In this observational cohort (n = 67), we enrolled stages 4-5 CKD treatment-naïve or Peginterferon/RBV-experienced GT4-infected patients (n = 32) treated for 12-24 weeks with OBV/PTV/r ± RBV, and plus DSV in GT1 patients (n = 35, including 3 with GT1/4 co-infection). RBV was dosed by physician discretion between 200 mg weekly and 200 mg daily. Primary endpoints were SVR12, calculated on intention-to-treat (ITT) basis, and occurrence of serious adverse events.

RESULTS

The mean age of the cohort was 45.7 ± 12.7 years, 50.7% were females, 20.9% had cirrhosis, 35.8% were treatment-experienced and 97% were on haemodialysis. Three patients (F4) received 24-week treatment, 2 with GT4, and 1 with GT1a; and 19.4% were treated without RBV, including 9 GT1, and 4 GT4. Overall, 65 (97.1%) patients achieved SVR12, including 100% of those with a post-treatment follow-up (modified ITT analysis). Of the two patients without SVR12, one died from sepsis-related complications and the other from a myocardial infarction 2 weeks after completing therapy.
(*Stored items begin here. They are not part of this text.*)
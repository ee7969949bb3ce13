"""One thing wrong at a time, from every step: a valve that stayed as it was, and nobody there to see it.

Heat stuck on, everybody gone and the cooling lost are in *left alone*, which goes to the hottest room and to the
source's own cut-out whatever the step says. A gauge that sticks moves nothing by itself. What is left is a valve that
a step means to move and does not: the pressure of the charge then reaches a space that was meant to be shut off, and
only something passive in that space keeps it.
"""

from __future__ import annotations

from collections.abc import Iterator, Mapping, Sequence
from dataclasses import replace
from typing import Final

from runbook.answers import Finding
from runbook.apparatus.ceiling import pressure_limits
from runbook.apparatus.model import Apparatus
from runbook.apparatus.relief import highest_opening
from runbook.apparatus.spaces import joined_spaces
from runbook.assess.corners import highest_between
from runbook.assess.futures import left_alone
from runbook.assess.scene import Scene
from runbook.assess.walk import Walked, is_closed
from runbook.procedure.document import Place
from runbook.quantities import say

ACCUMULATION: Final = 1.1
"""Share of a rating that may be reached while a relief device blows, ASME BPVC VIII-1 UG-125 [1]."""


def single_fault_findings(scene: Scene, lines: Sequence[Walked], places: Sequence[Place]) -> tuple[Finding, ...]:
    """What a valve left as it was would reach, where nothing passive keeps it; each valve and space once."""
    found: list[Finding] = []
    told: set[tuple[str, frozenset[str]]] = set()
    stuck: dict[str, str] = {}
    for line, at in zip(lines, places, strict=True):
        stuck = _left_as_they_were(line, stuck)
        for tag, was in stuck.items():
            for space, why in _reached(scene, line, tag, was):
                if (tag, space) not in told:
                    told.add((tag, space))
                    found.append(Finding("single fault", "error", *at, f"step {line.number}: {why}"))
    return tuple(found)


def _left_as_they_were(line: Walked, stuck: Mapping[str, str]) -> dict[str, str]:
    """Valve -> where it stood before a step moved it, and still stands if that failed; up to the next that moves it."""
    found = {tag: was for tag, was in stuck.items() if line.after.valves.get(tag) != was}
    for tag, now in line.after.valves.items():
        was = line.before.valves.get(tag, "do not know")
        if was not in (now, "shut"):
            found[tag] = was
    return found


def _reached(scene: Scene, line: Walked, tag: str, was: str) -> Iterator[tuple[frozenset[str], str]]:
    """(spaces, sentence) that the pressure gets into and that nothing passive keeps."""
    valves = dict(line.after.valves) | {tag: was}
    state = replace(line.after, valves=valves, closed=line.after.loaded and is_closed(scene, valves))
    if not state.closed:
        # A way out stayed open: the vessel is as it was before the step.
        return
    apparatus, own = scene.apparatus, scene.charge_space
    meant = joined_spaces(apparatus, line.after.valves, own)
    extra = joined_spaces(apparatus, valves, own) - meant
    if not extra:
        return
    during = line.during
    ends = [future.ends_Pa for future in left_alone(scene, state, with_times=False)[0].futures]
    if during.closed:
        ends.append(highest_between(scene, during.high_kg, during.cold, during.hot).value)
    known = [end for end in ends if end is not None]
    worst = max(known) if known and len(known) == len(ends) else None
    names = " and ".join(sorted(extra))
    for limit in pressure_limits(apparatus, extra):
        if limit.kind == "relief":
            continue
        if limit.level is None:
            yield extra, f"{tag} left {was}: what {limit.tag} in the {names} bears is not known"
            return
        allowed = limit.level.absolute(scene.barometer.low_Pa)
        if worst is None or worst > allowed:
            kept = _passive(apparatus, extra)
            if kept is not None and kept <= ACCUMULATION * limit.level.gauge(scene.barometer.high_Pa):
                continue
            reach = "a pressure that is not known" if worst is None else say(worst, "bar(a)", 1)
            yield extra, (
                f"{tag} left {was}: {reach} would come to {limit.tag}, which bears {say(allowed, 'bar(a)', 1)}, and "
                f"no relief in the {names} opens in time"
            )
            return


def _passive(apparatus: Apparatus, spaces: frozenset[str]) -> float | None:
    """Highest pressure [Pa, gauge] at which the first relief device in these spaces opens; None where there is none."""
    opening = [highest_opening(device).pascal for device in apparatus.relief if device.space in spaces]
    return min(opening, default=None)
Grades 3-4 anaemia occurred in 8.9%.

CONCLUSION

A 12-week regimen of OBV/PTV/r ± DSV with or without RBV is highly effective with a favourable safety profile amongst GT4 and GT1 patients with CKD stages 4-5. SVR12 rates were high regardless of patient characteristics.

摘要

背景与目的

有限的数据表明,奥贝胆酸/帕利瑞韦/利托那韦(OBV/PTV/r)联合达沙布韦(DSV)在治疗丙型肝炎病毒(HCV)基因型(GT)-4 方面具有很高的疗效,且在 GT1 患者中,联合使用达沙布韦(DSV)对慢性肾脏病(CKD)4-5 期(<30ml/min/1.73m)患者有效。我们评估了 OBV/PTV/r±DSV 在 GT1 和 GT4 感染患者中的真实世界安全性和疗效。

方法

在这项观察性队列研究(n=67)中,我们纳入了未经治疗或接受过聚乙二醇干扰素/利巴韦林(Peginterferon/RBV)治疗的 GT4 感染的 CKD4-5 期初治患者(n=32),这些患者接受了 12-24 周的 OBV/PTV/r±RBV 治疗,且 GT1 患者加用 DSV(n=35,其中 3 例合并 GT1/4 合并感染)。RBV 的剂量由医生根据患者的情况在 200mg 每周和 200mg 每日之间调整。主要终点是根据意向治疗(ITT)计算的 SVR12,以及严重不良事件的发生。

结果

队列的平均年龄为 45.7±12.7 岁,50.7%为女性,20.9%有肝硬化,35.8%为治疗经验丰富,97%为血液透析患者。3 例(F4)接受了 24 周的治疗,2 例为 GT4 感染,1 例为 GT1a 感染;19.4%的患者未接受 RBV 治疗,其中 9 例为 GT1 感染,4 例为 GT4 感染。总的来说,65 例(97.1%)患者达到了 SVR12,其中包括所有接受了治疗后随访(修正的 ITT 分析)的患者。在没有达到 SVR12 的 2 例患者中,1 例因感染性并发症死亡,另 1 例在完成治疗后 2 周因心肌梗死死亡。有 8.9%的患者出现了 3-4 级贫血。

结论

在 CKD 4-5 期的 GT4 和 GT1 患者中,OBV/PTV/r±DSV 联合或不联合 RBV 的 12 周治疗方案具有很高的疗效,且安全性良好。无论患者特征如何,SVR12 率均较高。